The surprise revelation in the documentary, filmed by Laura Poitras, upends the widespread assumption that Snowden had deserted Lindsay Mills and that she, in a fit of pique, fled Hawaii where they had been living to stay with her parents in mainland US.
Since Snowden, a former NSA contractor, outed himself last year as being behind the biggest leak in US intelligence history, Mills has remained silent, giving no interviews or any hints of her feelings on the subject of her boyfriend or his actions.
The two-hour long documentary, Citizenfour, shows Mills living in Russia with Snowden.
If they wanted him, they’d have him. The information leaked is mostly accurate, but who gave it to him to leak is a different question.
Why would the guy step down from his job, go into hiding, leave the country, and go through all that he has if he wasn’t involved?
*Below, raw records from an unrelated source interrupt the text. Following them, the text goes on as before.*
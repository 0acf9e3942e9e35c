import { afterEach, beforeEach, describe, expect, it, vi } from "vitest";
import { mkdtempSync, writeFileSync, rmSync } from "node:fs";
import { tmpdir } from "node:os";
import { join } from "node:path";
import { spawnSync } from "node:child_process";
import { main } from "@/lib/sim/cli";

let dir = "";
let out = "";
let err = "";
beforeEach(() => {
  dir = mkdtempSync(join(tmpdir(), "quell-sim-cli-"));
  out = "";
  err = "";
  vi.spyOn(process.stdout, "write").mockImplementation((s: string | Uint8Array) => { out += String(s); return true; });
  vi.spyOn(process.stderr, "write").mockImplementation((s: string | Uint8Array) => { err += String(s); return true; });
});
afterEach(() => {
  vi.restoreAllMocks();
  rmSync(dir, { recursive: true, force: true });
});

function file(name: string, content: unknown): string {
  const p = join(dir, name);
  writeFileSync(p, typeof content === "string" ? content : JSON.stringify(content));
  return p;
}

const divider = {
  elements: [
    { kind: "vsource", name: "V1", nodes: ["in", "0"], dc: 10 },
    { kind: "resistor", name: "R1", nodes: ["in", "mid"], value: 3000 },
    { kind: "resistor", name: "R2", nodes: ["mid", "0"], value: 1000 },
  ],
  analysis: { kind: "op" },
};

describe("headless CLI (lib/sim/cli.ts)", () => {
  it("exit 0 and the result JSON on stdout (voltage divider: 10 V · 1k/4k = 2.5 V, Ohm's law)", async () => {
    expect(await main([file("ok.json", divider)])).toBe(0);
    const r = JSON.parse(out);
    expect(r.kind).toBe("op");
    expect(r.nodes.mid).toBeCloseTo(2.5, 12);
    expect(r.currents.V1).toBeCloseTo(-2.5e-3, 15);
  });
  it("transient and AC results are plain arrays", async () => {
    const tran = { ...divider, elements: [...divider.elements, { kind: "capacitor", name: "C1", nodes: ["mid", "0"], value: 1e-6 }], analysis: { kind: "tran", tStop: 1e-3 } };
    expect(await main([file("t.json", tran)])).toBe(0);
    const r = JSON.parse(out);
    expect(Array.isArray(r.time)).toBe(true);
    expect(r.nodes.mid.length).toBe(r.time.length);
    out = "";
    const ac = { ...tran, analysis: { kind: "ac", fStart: 10, fStop: 1e4, pointsPerDecade: 5 } };
    expect(await main([file("a.json", ac)])).toBe(0);
    expect(JSON.parse(out).freq.length).toBe(16);
  });
  it("exit 2 for an invalid netlist, naming the element and field", async () => {
    const bad = { ...divider, elements: [divider.elements[0], { ...divider.elements[1], value: -1 }, divider.elements[2]] };
    expect(await main([file("bad.json", bad)])).toBe(2);
    expect(err).toContain('"R1"');
    expect(err).toContain('field "value"');
    expect(out).toBe("");
  });
  it("noise: exit 0 with plain arrays (the divider's tap: √(4kT·750 Ω) = 3.52e-9 V/√Hz at 27 °C, Johnson–Nyquist, docs/references.md §8.1); exit 2 naming the field of an invalid spec", async () => {
    const spec = { kind: "noise", output: { node: "mid" }, input: "V1", fStart: 10, fStop: 1e3, pointsPerDecade: 1 };
    expect(await main([file("n.json", divider), "--analysis", JSON.stringify(spec)])).toBe(0);
    const r = JSON.parse(out);
    expect(r.freq).toEqual([10, 100, 1000]);
    // in nV/√Hz, to 1e-6 nV
    expect(r.outputDensity[0] * 1e9).toBeCloseTo(Math.sqrt(4 * 1.380649e-23 * 300.15 * 750) * 1e9, 6);
    expect(Object.keys(r.contributions).sort()).toEqual(["R1", "R2"]);
    out = "";
    expect(await main([file("n.json", divider), "--analysis", JSON.stringify({ ...spec, output: { current: "R1" } })])).toBe(2);
    expect(err).toContain('field "output.current"');
    expect(out).toBe("");
  });
  it("exit 2 for a file that is not JSON", async () => {
    expect(await main([file("x.json", "{ not json")])).toBe(2);
    expect(err).toContain("not JSON");
  });
  it("exit 3 for a singular circuit, naming the node or element", async () => {
    const singular = {
      elements: [
        { kind: "vcvs", name: "E1", nodes: ["o", "0"], control: ["o", "0"], gain: 1 },
        { kind: "resistor", name: "R1", nodes: ["o", "0"], value: 1000 },
      ],
      analysis: { kind: "op" },
    };
    expect(await main([file("s.json", singular)])).toBe(3);
    expect(err).toMatch(/Singular.*(node "o"|vcvs "E1")/);
  });
  it("exit 3 when the operating point cannot be found, naming what was tried", async () => {
    // A tolerance below double precision (reltol 1e-17 < 2.2e-16) can never be met on a nonlinear circuit, so
    // Newton, gmin stepping and source stepping all run out: the path a real non-convergence takes.
    const elements: unknown[] = [
      { kind: "vsource", name: "V1", nodes: ["n0", "0"], dc: 1000 },
      { kind: "resistor", name: "R1", nodes: ["n0", "n1"], value: 1 },
    ];
    for (let i = 1; i <= 30; i++) elements.push({ kind: "diode", name: `D${i}`, nodes: [`n${i}`, i === 30 ? "0" : `n${i + 1}`], model: { Is: 1e-16 } });
    const code = await main([file("c.json", { elements, analysis: { kind: "op" }, options: { maxNewton: 5, reltol: 1e-17, vntol: 1e-30, abstol: 1e-30 } }), "--budget", "20"]);
    expect(code).toBe(3);
    expect(err).toContain("Newton");
    expect(err).toContain("gmin stepping");
    expect(err).toContain("source stepping");
  });
  it("--analysis replaces the file's analysis (the reference sink answers op, dcsweep, ac and tran)", async () => {
    const sink = "lib/sim/examples/reference-sink.json";
    for (const a of [
      { kind: "op" },
      { kind: "dcsweep", source: "command", from: 0, to: 5, points: 6 },
      { kind: "ac", fStart: 10, fStop: 1e7, pointsPerDecade: 5 },
    ]) {
      out = "";
      expect(await main([sink, "--analysis", JSON.stringify(a)])).toBe(0);
      expect(JSON.parse(out).kind).toBe(a.kind);
    }
    out = "";
    expect(await main([sink])).toBe(0);
    const tran = JSON.parse(out);
    expect(tran.kind).toBe("tran");
    expect(tran.time[tran.time.length - 1]).toBe(2e-3);
    expect(await main([sink, "--analysis", "{oops"])).toBe(2);
  });
  it("usage error without a file", async () => {
    expect(await main([])).toBe(1);
    expect(err).toContain("usage");
  });
});

describe("`npm run --silent sim -- FILE.json` (scripts/sim.ts → lib/sim/cli.ts)", () => {
  it("prints the result and exits 0; exits 2 on an invalid netlist", () => {
    const good = file("g.json", divider);
    const r = spawnSync("npm", ["run", "--silent", "sim", "--", good], { encoding: "utf8", cwd: process.cwd() });
    expect(r.status).toBe(0);
    expect(JSON.parse(r.stdout).nodes.mid).toBeCloseTo(2.5, 12);
    const bad = file("b.json", { ...divider, elements: [{ kind: "nonsense", name: "X1" }, ...divider.elements] });
    const r2 = spawnSync("npm", ["run", "--silent", "sim", "--", bad], { encoding: "utf8", cwd: process.cwd() });
    expect(r2.status).toBe(2);
    expect(r2.stderr).toContain('unknown kind "nonsense"');
  }, 30_000);
});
Somewhere along the line this guy had to have been involved, if for no other reason than to cover up what others did.
This makes him either the guy that did it, or a willing accomplice.
Either way he’s just as guilty from my perspective.
Thank you for the response. I appreciate the exchange.
I am sure he is involved, just not to the extent advertised.
Okay. Thanks for the mention.
Snowdon is not a hero. He broke laws and his security clearance, and has done harm to my country.
However I do hope he also does harm to the current administration.
I can buy that, but what is the true story then? Who actually downloaded all of the files? And why?
“what is the true story then? Who actually downloaded all of the files? And why?”
There ya go. You got to the point I wanted everyone to get to, to ask those exact questions. If Snowden didn’t, then who did and why? It seems like a very confusing end game so far. Liberals need the intelligence community to go away but right now they control them and enjoy their power.
The specific information relates to the number of the people on the US governments watchlist of people under surveillance as a potential threat or as a suspect. The figure is an astonishing 1.2 million.
1.2 million? And the NSA was blindsided by the Boston Marathon killers? Something doesn't add up here...
And Russia had advised the US about the Tsarneovs
Having watched the various interviews of him...I get the impression that he is very naive and lacking in any broad intelligence.
He takes down an enormous amount of data, and has virtually no plan on where to go? One would normally think long and hard, then go to the place where you feel safest (I’d suggest Brazil) and then release the data there. By playing the Hong Kong game, and then onto Moscow? He had zero planning in place. You could read this like a fifth-grader planning out the whole episode.
More than once...
A whistleblower discovers wrongdoing in the course of his duties. Snowden infiltrated specifically to snoop around. A bit different even the “results” are similar.